WHAT IS EXPECTED =>
Copy out again, unchanged, the listing below from the line that has "Sobol digital shift.</summary>" through the line that has "field 2: 'abc'".

TASK MATERIAL =>
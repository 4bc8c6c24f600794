import bilby
import pandas as pd

from memory_infer.inference.hypotheses import NONE
from memory_infer.inference.methods.base import RunState, fixed_values
from memory_infer.results.event import EventResult


class Setup:
    injection = None
    marginalized = False
    priors = bilby.core.prior.PriorDict({"psi": bilby.core.prior.DeltaFunction(0.4, "psi"),
                                         "mass_1": bilby.core.prior.Constraint(1, 100, "mass_1"),
                                         "phase": bilby.core.prior.Uniform(0, 6, "phase")})


class Run:
    def __init__(self, frame):
        self.posterior = frame


def test_fixed_values_skip_constraints():
    assert fixed_values(Setup.priors) == {"psi": 0.4}


def test_reference_point_order_injection_then_nested_then_reweighted():
    state = RunState(setup=Setup(), outdir=".", progress=False, result=EventResult(event="e"))
    assert state.reference_point() == (None, None)
    state.best_sample = ({"phase": 2.0, "extra": 1.0}, "best reweighted")
    assert state.reference_point() == ({"psi": 0.4, "phase": 2.0}, "best reweighted")
    state.nested[NONE] = Run(pd.DataFrame({"phase": [1.0, 3.0], "log_likelihood": [0.0, 5.0]}))
    point, where = state.reference_point()
    assert point == {"phase": 3.0, "psi": 0.4} and "'none' run" in where
    Setup.marginalized = True
    assert state.reference_point() == (None, None)
    Setup.marginalized = False
    state.propose_sign(2, "two-point")
    state.propose_sign(0, "curve")
    assert state.signs[min(state.signs)] == "curve"
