import { describe, expect, it } from 'vitest';
import { periodStandout } from '../../src/diagnostics/period-standout.js';
import { assumptionTests, MAX_PERIOD_BLOCKS } from '../../src/diagnostics/assumption-tests.js';
import { stratifiedIndependence } from '../../src/chain/contingency.js';
import { homogeneity } from '../../src/chain/markov-tests.js';
import { chiSquareUpperTail } from '../../src/chain/chi-square.js';
import { variationCheck } from '../../src/diagnostics/variation-check.js';
import { verdict } from '../../src/report/check-verdicts.js';
import { randomStreams } from '../../src/uncertainty/random.js';
import { fitWithCounts } from '../helpers.js';
import { simulateRow } from '../variation-helpers.js';
import type { Fit } from '../../src/fit/fit.js';
import type { PeriodCounts } from '../../src/chain/counts.js';

type Cells = [number, number, number][];
const period = (label: string, cells: Cells) => ({ label, cells });

describe('which survey period stands out', () => {
  // Two states; the third period (a fire year, say) sends most of state 0 to state 1.
  const periods = [
    period('2015→2016', [[0, 0, 40], [0, 1, 10], [1, 1, 30], [1, 0, 5]]),
    period('2016→2017', [[0, 0, 42], [0, 1, 9], [1, 1, 28], [1, 0, 6]]),
    period('2017→2018', [[0, 0, 12], [0, 1, 38], [1, 1, 31], [1, 0, 4]]),
    period('2018→2019', [[0, 0, 39], [0, 1, 11], [1, 1, 29], [1, 0, 5]]),
  ];
  const s = periodStandout(periods, 2);

  it('partitions the homogeneity G² by period: the parts add up to the test statistic (Bishop, Fienberg & Holland 1975, ch. 7)', () => {
    const total = stratifiedIndependence(homogeneity(periods.map((p) => p.cells), 2)).g2;
    expect(s.ranked.reduce((sum, c) => sum + c.g2, 0)).toBeCloseTo(total, 10);
  });

  it('ranks the odd year first, and the others agree without it', () => {
    expect(s.ranked[0]!.label).toBe('2017→2018');
    const rest = stratifiedIndependence(homogeneity(periods.filter((p) => p.label !== '2017→2018').map((p) => p.cells), 2));
    expect(s.withoutTop!.g2).toBeCloseTo(rest.g2, 12);
    expect(s.withoutTop!.p).toBeCloseTo(chiSquareUpperTail(rest.g2, rest.df), 12);
    expect(s.withoutTop!.p).toBeGreaterThan(0.05);
  });
});

/** A fit whose periods are given; counts pooled from them. */
function fitWithPeriods(states: string[], periods: PeriodCounts[]): Fit {
  const k = states.length;
  const counts = Array.from({ length: k }, () => new Array<number>(k).fill(0));
  for (const p of periods) for (const [i, j, n] of p.cells) counts[i]![j]! += n;
  return { ...fitWithCounts(states, counts), periods };
}

describe('the periods test on a long record', () => {
  it(`groups hundreds of one-pair periods into ${MAX_PERIOD_BLOCKS} blocks by default, and tests each period when asked`, () => {
    const random = randomStreams(3);
    const periods: PeriodCounts[] = [];
    let state = 0;
    for (let t = 0; t < 365; t++) {
      const next = random.uniform() < (state === 0 ? 0.2 : 0.3) ? 1 - state : state;
      periods.push({ time: t, cells: [[state, next, 1]] });
      state = next;
    }
    const fit = fitWithPeriods(['dry', 'wet'], periods);
    const tests = assumptionTests(fit, { random: random.stream('boot'), replicates: 19, simulateAll: false });
    expect(tests.periods!.strata).toHaveLength(MAX_PERIOD_BLOCKS);
    expect(tests.periodBlocks).toEqual({ periods: 365, blocks: MAX_PERIOD_BLOCKS });
    expect(tests.periods!.strata![0]).toBe('0–35 (to 36)');
    const asked = assumptionTests(fit, { random: random.stream('boot'), replicates: 19, simulateAll: false, periodGroups: [[0, 179], [180, 364]] });
    expect(asked.periods!.strata).toHaveLength(2);
    expect(asked.periodBlocks).toBeNull();
  });
});

describe('verdicts and the concentration in sere check', () => {
  it('one line per test names the evidence or its absence', () => {
    const base = { g2: 1, x2: 1, df: 3, pX2: 0.5, pBootstrap: null, n: 10, cells: 6, smallCells: 0, sparse: false, meaning: 'm' };
    expect(verdict({ ...base, name: 'periods', pG2: 0.001 })).toMatch(/^periods: the survey periods differ \(p = 0\.001\)/);
    expect(verdict({ ...base, name: 'periods', pG2: 0.4 })).toBe('periods: no evidence the survey periods differ (p = 0.400)');
    // A sparse table's verdict rests on its bootstrap p-value.
    expect(verdict({ ...base, name: 'groups', pG2: 0.01, pBootstrap: 0.2 })).toBe('groups: no evidence the groups of sites differ (p = 0.200)');
  });

  it('finds a small κ where years differ, and its band holds the true value (κ = 6, 15 periods of 60)', () => {
    const random = randomStreams(12);
    const row0 = simulateRow([0.7, 0.2, 0.1], 6, 15, 60, random.stream('row0'));
    const row1 = simulateRow([0.1, 0.8, 0.1], 1e12, 15, 60, random.stream('row1'));
    const periods: PeriodCounts[] = Array.from({ length: 15 }, (_, t) => ({
      time: 2000 + t,
      cells: [0, 1, 2].flatMap((j) => [[0, j, row0.counts[t * 3 + j]!], [1, j, row1.counts[t * 3 + j]!]] as Cells).filter(([, , n]) => n > 0) as Cells,
    }));
    const fit = fitWithPeriods(['a', 'b', 'c'], periods);
    const v = variationCheck(fit, 0.9, random.stream('check'))!;
    expect(v[0]!.status).toBe('estimated');
    expect(v[0]!.kappa!.low).toBeLessThan(6);
    expect(v[0]!.kappa!.high).toBeGreaterThan(6);
    expect(v[0]!.mle!).toBeGreaterThan(2);
    expect(v[0]!.mle!).toBeLessThan(20);
    // Row b's years do not vary: its κ is far larger.
    expect(v[1]!.kappa!.median).toBeGreaterThan(5 * v[0]!.kappa!.median);
    expect(v[2]!.status).toBe('few-counts'); // c is never a from-state
    expect(variationCheck(fitWithPeriods(['a', 'b', 'c'], periods.slice(0, 2)), 0.9, random)).toBeNull();
  });
});
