/**
 * The sampler's retained latent counts: one k×k table of whole numbers per retained sweep, zero on
 * structural zeros, each holding exactly g one-step transitions per pair g steps apart (a bridge of g
 * steps is g transitions). Only a fit with gaps has them.
 */
function checkSampler(f: FitBody, states: readonly string[], mask: Uint8Array,
  gapCounts: readonly GapCell[], fail: Fail, trueTransitions?: number): LatentSample | undefined {
  const s = f.posterior_sampler;
  if (s === undefined || s === null) return undefined;
  const k = states.length;
  if (gapCounts.length === 0 && trueTransitions === undefined) fail('posterior_sampler is only for fits with pairs further apart than one step or observer error', ['posterior_sampler']);
  if (s.latent_counts.length !== s.retained) fail(`latent_counts holds ${s.latent_counts.length} sweeps, not retained = ${s.retained}`, ['posterior_sampler', 'latent_counts']);
  // With observer error a sweep holds every transition of the true paths; otherwise those inside the gaps.
  const steps = trueTransitions ?? gapCounts.reduce((a, [, , g, n]) => a + g * n, 0);
  const latent = new Float64Array(s.retained * k * k);
  s.latent_counts.forEach((sweep, r) => {
    if (sweep.length !== k * k) fail(`a sweep has ${sweep.length} cells, not ${k * k}`, ['posterior_sampler', 'latent_counts', r]);
    let total = 0;
    sweep.forEach((x, c) => {
      if (x > 0 && mask[c]) fail('a latent count falls on a transition declared impossible', ['posterior_sampler', 'latent_counts', r, c]);
      total += x;
    });
    if (total !== steps) fail(`a sweep holds ${total} one-step transitions, not the ${steps} inside the gapped pairs`, ['posterior_sampler', 'latent_counts', r]);
    latent.set(sweep, r * k * k);
  });
  const grid = (rows: (number | null)[][], key: string): Float64Array => {
    if (rows.length !== k || rows.some((row) => row.length !== k)) fail(`${key} is not ${k}×${k}`, ['posterior_sampler', key]);
    return Float64Array.from(rows.flat(), (x) => (x === null ? Number.NaN : x));
  };
  return { seed: s.seed, chains: s.chains, warmUp: s.warm_up, thin: s.thin ?? 1, retained: s.retained, latent, rhat: grid(s.rhat, 'rhat'), ess: grid(s.ess, 'ess') };
}
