using System.Buffers.Binary;
using System.Globalization;
using System.Text;
using System.Text.Json;
using PathBench.Rendering.Integrators;
using PathBench.Sampling.Generators;
using static PathBench.Cli.Tests.CliRunner;

namespace PathBench.Cli.Tests;

/// <summary>
/// <c>--generator file:POINTS</c>: a point file written from a published formula reproduces the
/// built-in generator of that formula bit for bit, in CSV and in the binary layout of
/// tools/point-files.md; malformed files give one line with the position.
/// </summary>
public sealed class PointFileTests
{
    private const int Count = 16;

    /// <summary>
    /// The Hammersley set (Hammersley &amp; Handscomb 1964, Monte Carlo Methods): point i of n is
    /// (i/n, φ₂(i), φ₃(i), φ₅(i), …) with φ_b the radical inverse in the b-th prime (Halton 1960),
    /// computed here as the exact rational (digits reversed)/b^k divided once, so correctly rounded.
    /// </summary>
    private static double[][] Hammersley(int n, int dims)
    {
        int[] primes = [.. Enumerable.Range(2, 1000).Where(p => Enumerable.Range(2, Math.Max(0, (int)Math.Sqrt(p) - 1)).All(q => p % q != 0)).Take(dims - 1)];
        var points = new double[n][];
        for (int i = 0; i < n; i++)
        {
            points[i] = new double[dims];
            points[i][0] = (double)i / n;
            for (int d = 1; d < dims; d++)
            {
                ulong reversed = 0, scale = 1;
                for (int k = i; k > 0; k /= primes[d - 1])
                {
                    reversed = reversed * (ulong)primes[d - 1] + (ulong)(k % primes[d - 1]);
                    scale *= (ulong)primes[d - 1];
                }

                points[i][d] = (double)reversed / scale;
            }
        }

        return points;
    }

    private static string Csv(double[][] points) =>
        string.Concat(points.Select(p => string.Join(",", p.Select(v => v.ToString("R", CultureInfo.InvariantCulture))) + "\n"));

    /// <summary>The binary layout of tools/point-files.md, version 1: "PBPOINTS", u32 version, u32 dims, u64 count, then f64 values, little-endian.</summary>
    private static byte[] Binary(double[][] points, uint version = 1, ulong? count = null, uint? dims = null)
    {
        int d = points.Length == 0 ? 0 : points[0].Length;
        var bytes = new byte[24 + 8 * points.Length * d];
        "PBPOINTS"u8.CopyTo(bytes);
        BinaryPrimitives.WriteUInt32LittleEndian(bytes.AsSpan(8), version);
        BinaryPrimitives.WriteUInt32LittleEndian(bytes.AsSpan(12), dims ?? (uint)d);
        BinaryPrimitives.WriteUInt64LittleEndian(bytes.AsSpan(16), count ?? (ulong)points.Length);
        int at = 24;
        foreach (double v in points.SelectMany(p => p))
        {
            BinaryPrimitives.WriteDoubleLittleEndian(bytes.AsSpan(at), v);
            at += 8;
        }

        return bytes;
    }

    [Fact]
    public void A_Hammersley_file_renders_the_built_in_Hammersley_image_bit_for_bit()
    {
        using var dir = new TempFolder();
        dir.Write("s.yaml", TestScenes.LampAndBall);
        const int depth = 3;
        string file = dir.Write("hammersley.csv", Csv(Hammersley(Count, DimensionLayout.Total(depth))));
        string[] common = ["render", dir.File("s.yaml"), "--spp", "16", "--max-depth", "3", "--seed", "7", "--randomize", "cranley-patterson", "--threads", "2"];
        (int code, _, string err) = Run([.. common, "--generator", "hammersley", "--out", dir.File("builtin.pfm")]);
        Assert.True(code == 0, err);
        (code, _, err) = Run([.. common, "--generator", "file:" + file, "--out", dir.File("file.pfm")]);
        Assert.True(code == 0, err);
        // The same points under the same per-pixel rotation (one offset per pixel key and dimension).
        Assert.Equal(File.ReadAllBytes(dir.File("builtin.pfm")), File.ReadAllBytes(dir.File("file.pfm")));

        using JsonDocument doc = JsonDocument.Parse(File.ReadAllText(dir.File("file.json")));
        Assert.Equal("file:" + file, doc.RootElement.GetProperty("generator").GetString());
    }

    [Theory]
    [InlineData("csv")]
    [InlineData("binary")]
    public void Points_and_pointstats_of_a_Hammersley_file_are_the_built_in_ones(string layout)
    {
        using var dir = new TempFolder();
        double[][] points = Hammersley(Count, 3);
        string file = dir.File("h." + layout);
        if (layout == "csv")
        {
            File.WriteAllText(file, Csv(points));
        }
        else
        {
            File.WriteAllBytes(file, Binary(points));
        }

        foreach (string randomize in new[] { "none", "cranley-patterson" })
        {
            string[] args = ["--randomize", randomize, "--count", "16", "--dims", "3", "--seed", "11", "--pixel", "4,9"];
            (int code, string builtin, string err) = Run(["points", "--generator", "hammersley", .. args]);
            Assert.True(code == 0, err);
            (code, string fromFile, err) = Run(["points", "--generator", "file:" + file, .. args]);
            Assert.True(code == 0, err);
            Assert.Equal(builtin, fromFile);
            Assert.Equal(Csv(points), randomize == "none" ? fromFile.ReplaceLineEndings("\n") : Csv(points));
        }

        (int c1, string s1, string e1) = Run("pointstats", "--generator", "hammersley", "--randomize", "none", "--count", "16", "--dims", "3", "--json");
        (int c2, string s2, string e2) = Run("pointstats", "--generator", "file:" + file, "--randomize", "none", "--count", "16", "--dims", "3", "--json");
        Assert.True(c1 == 0 && c2 == 0, e1 + e2);
        using JsonDocument a = JsonDocument.Parse(s1), b = JsonDocument.Parse(s2);
        Assert.Equal(a.RootElement.GetProperty("l2_star").GetDouble(), b.RootElement.GetProperty("l2_star").GetDouble());
        Assert.Equal(a.RootElement.GetProperty("pairs").GetRawText(), b.RootElement.GetProperty("pairs").GetRawText());
    }

    /// <summary>A digital shift of the unrandomized Sobol points in a file is the built-in Sobol digital shift.</summary>
    [Fact]
    public void A_digital_shift_of_a_Sobol_file_is_the_built_in_one()
    {
        using var dir = new TempFolder();
        (int code, string plain, string err) = Run("points", "--generator", "sobol", "--randomize", "none", "--count", "32", "--dims", "4");
        Assert.True(code == 0, err);
        string file = dir.Write("sobol.csv", plain);
        string[] args = ["--randomize", "digital-shift", "--count", "32", "--dims", "4", "--seed", "3", "--pixel", "2,5"];
        (code, string builtin, err) = Run(["points", "--generator", "sobol", .. args]);
        Assert.True(code == 0, err);
        (code, string fromFile, err) = Run(["points", "--generator", "file:" + file, .. args]);
        Assert.True(code == 0, err);
        Assert.Equal(builtin, fromFile);
    }

    /// <summary>Each malformed file: exit 2, one line, the file and the position of what is wrong.</summary>
    public static TheoryData<string, string, int, int, string> Malformed => new()
    {
        // name, content ('~' marks bytes written as given), count, dims, expected message after "FILE"
        { "not-a-number", "0.1,0.2\n0.3,abc\n", 2, 2, ":2:5: field 2: 'abc' is not a number" },
        { "nan", "0.1,0.2\nNaN,0.5\n", 2, 2, ":2:1: field 1: 'NaN': NaN is not a coordinate" },
        { "one", "0.1,1.0\n", 1, 2, ":1:5: field 2: '1.0': 1 is outside [0, 1)" },
        { "negative", "0.5, -0.25\n", 1, 2, ":1:6: field 2: '-0.25': -0.25 is outside [0, 1)" },
        { "infinity", "0.5,0.5\n0.5,0.5\n# a comment\n1e400,0.5\n", 3, 2, ":4:1: field 1: '1e400': not a finite number" },
        { "empty-field", "0.1,,0.3\n", 1, 3, ":1:5: field 2: empty value" },
        { "ragged", "0.1,0.2\n0.3,0.4,0.5\n", 2, 2, ":2:1: 3 values on this line, 2 on line 1: every point has the same number of dimensions" },
        { "hex", "0x1,0.5\n", 1, 2, ":1:1: field 1: '0x1' is not a number" },
        { "no-points", "# only a comment\n\n", 1, 1, ": no points" },
        { "too-few-points", "0.1,0.2\n0.3,0.4\n", 3, 2, "' defines at most 2 points per pixel, asked for 3" },
        { "too-few-dims", "0.1,0.2\n0.3,0.4\n", 2, 3, "' defines at most 2 dimensions, asked for 3" },
        { "bin-version", "~version", 1, 1, ": byte 8: binary point file version 2; this PathBench reads version 1" },
        { "bin-huge", "~huge", 1, 1, ": byte 12: the header declares 1000000000000 points of 2 dimensions; at most 134217728 values (2147483647 points) are read" },
        { "bin-short", "~short", 1, 1, ": the header declares 4 points of 2 dimensions, 88 bytes in all; the file has 80" },
        { "bin-header", "~header", 1, 1, ": binary point file cut short in its header (12 of 24 bytes)" },
        { "bin-nan", "~nan", 1, 1, ": byte 56 (point 3, dimension 1): NaN is not a coordinate" },
        { "bin-zero-dims", "~zero-dims", 1, 1, ": byte 12: the header declares 0 dimensions" },
        { "not-utf8", "~not-utf8", 1, 1, ":1: not UTF-8 text" },
    };

    [Theory]
    [MemberData(nameof(Malformed))]
    public void A_malformed_point_file_is_one_line_with_its_position(string name, string content, int count, int dims, string expected)
    {
        using var dir = new TempFolder();
        string file = dir.File(name + ".pts");
        double[][] four = [[0.1, 0.2], [0.3, 0.4], [0.5, 0.6], [0.7, 0.8]];
        byte[] bytes = content switch
        {
            "~version" => Binary(four, version: 2),
            "~huge" => Binary(four, count: 1_000_000_000_000),
            "~short" => Binary(four)[..^8],
            "~header" => Binary(four)[..12],
            "~nan" => Patched(Binary(four), 24 + 8 * 4, double.NaN),
            "~zero-dims" => Binary(four, dims: 0),
            "~not-utf8" => [0x30, 0x2E, 0x35, 0xFF, 0xFE, 0x0A],
            _ => Encoding.UTF8.GetBytes(content),
        };
        File.WriteAllBytes(file, bytes);
        (int code, string output, string err) = Run("points", "--generator", "file:" + file, "--randomize", "none",
            "--count", count.ToString(CultureInfo.InvariantCulture), "--dims", dims.ToString(CultureInfo.InvariantCulture));
        Assert.Equal(2, code);
        Assert.Equal("", output);
        Assert.Single(err.TrimEnd('\n').Split('\n'));
        Assert.StartsWith("pathbench: error: ", err, StringComparison.Ordinal);
        Assert.Contains(file + expected, err, StringComparison.Ordinal);
    }

    private static byte[] Patched(byte[] bytes, int offset, double value)
    {
        BinaryPrimitives.WriteDoubleLittleEndian(bytes.AsSpan(offset), value);
        return bytes;
    }

    /// <summary>
    /// A header that declares 2^26 points of 2 dimensions (1 GiB of values, within the limit) on a
    /// file of a few bytes is refused from the header and the file's length, before the values are
    /// allocated: the reading thread allocates far less than the declared size.
    /// </summary>
    [Fact]
    public void A_header_larger_than_its_file_is_refused_before_allocating()
    {
        using var dir = new TempFolder();
        string file = dir.File("big.pts");
        File.WriteAllBytes(file, Binary([[0.5, 0.5]], count: 1UL << 26));
        long before = GC.GetAllocatedBytesForCurrentThread();
        var e = Assert.Throws<SamplerSpecException>(() => PointFile.Read(file));
        long allocated = GC.GetAllocatedBytesForCurrentThread() - before;
        Assert.Contains("the header declares 67108864 points of 2 dimensions", e.Message, StringComparison.Ordinal);
        Assert.True(allocated < 1 << 20, $"{allocated} bytes allocated");
    }

    /// <summary>The file's SHA-256 is part of the render's configuration: a checkpoint made from other points is refused.</summary>
    [Fact]
    public void Resume_refuses_a_checkpoint_made_from_other_points()
    {
        using var dir = new TempFolder();
        dir.Write("s.yaml", TestScenes.LampAndBall);
        string file = dir.Write("h.csv", Csv(Hammersley(Count, 4)));
        string[] args = ["render", dir.File("s.yaml"), "--generator", "file:" + file, "--spp", "16", "--checkpoint", dir.File("c.accum"), "--out", dir.File("r.pfm")];
        (int code, _, string err) = Run([.. args, "--shard", "0/2"]);
        Assert.True(code == 0, err);
        File.WriteAllText(file, Csv(Hammersley(Count, 5)));
        (code, _, err) = Run([.. args, "--resume"]);
        Assert.Equal(2, code);
        Assert.Contains("cannot resume", err, StringComparison.Ordinal);
        Assert.Contains("generator_provenance: sha256:", err, StringComparison.Ordinal);
    }

    [Fact]
    public void A_missing_point_file_is_named()
    {
        (int code, _, string err) = Run("points", "--generator", "file:/nonexistent/points.csv");
        Assert.Equal(2, code);
        Assert.Equal("pathbench: error: /nonexistent/points.csv: no such point file", err.TrimEnd('\n'));
    }
}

RESPONSE TO THIS TASK =>
    /// <summary>A digital shift of the unrandomized Sobol points in a file is the built-in Sobol digital shift.</summary>
    [Fact]
    public void A_digital_shift_of_a_Sobol_file_is_the_built_in_one()
    {
        using var dir = new TempFolder();
        (int code, string plain, string err) = Run("points", "--generator", "sobol", "--randomize", "none", "--count", "32", "--dims", "4");
        Assert.True(code == 0, err);
        string file = dir.Write("sobol.csv", plain);
        string[] args = ["--randomize", "digital-shift", "--count", "32", "--dims", "4", "--seed", "3", "--pixel", "2,5"];
        (code, string builtin, err) = Run(["points", "--generator", "sobol", .. args]);
        Assert.True(code == 0, err);
        (code, string fromFile, err) = Run(["points", "--generator", "file:" + file, .. args]);
        Assert.True(code == 0, err);
        Assert.Equal(builtin, fromFile);
    }

    /// <summary>Each malformed file: exit 2, one line, the file and the position of what is wrong.</summary>
    public static TheoryData<string, string, int, int, string> Malformed => new()
    {
        // name, content ('~' marks bytes written as given), count, dims, expected message after "FILE"
        { "not-a-number", "0.1,0.2\n0.3,abc\n", 2, 2, ":2:5: field 2: 'abc' is not a number" },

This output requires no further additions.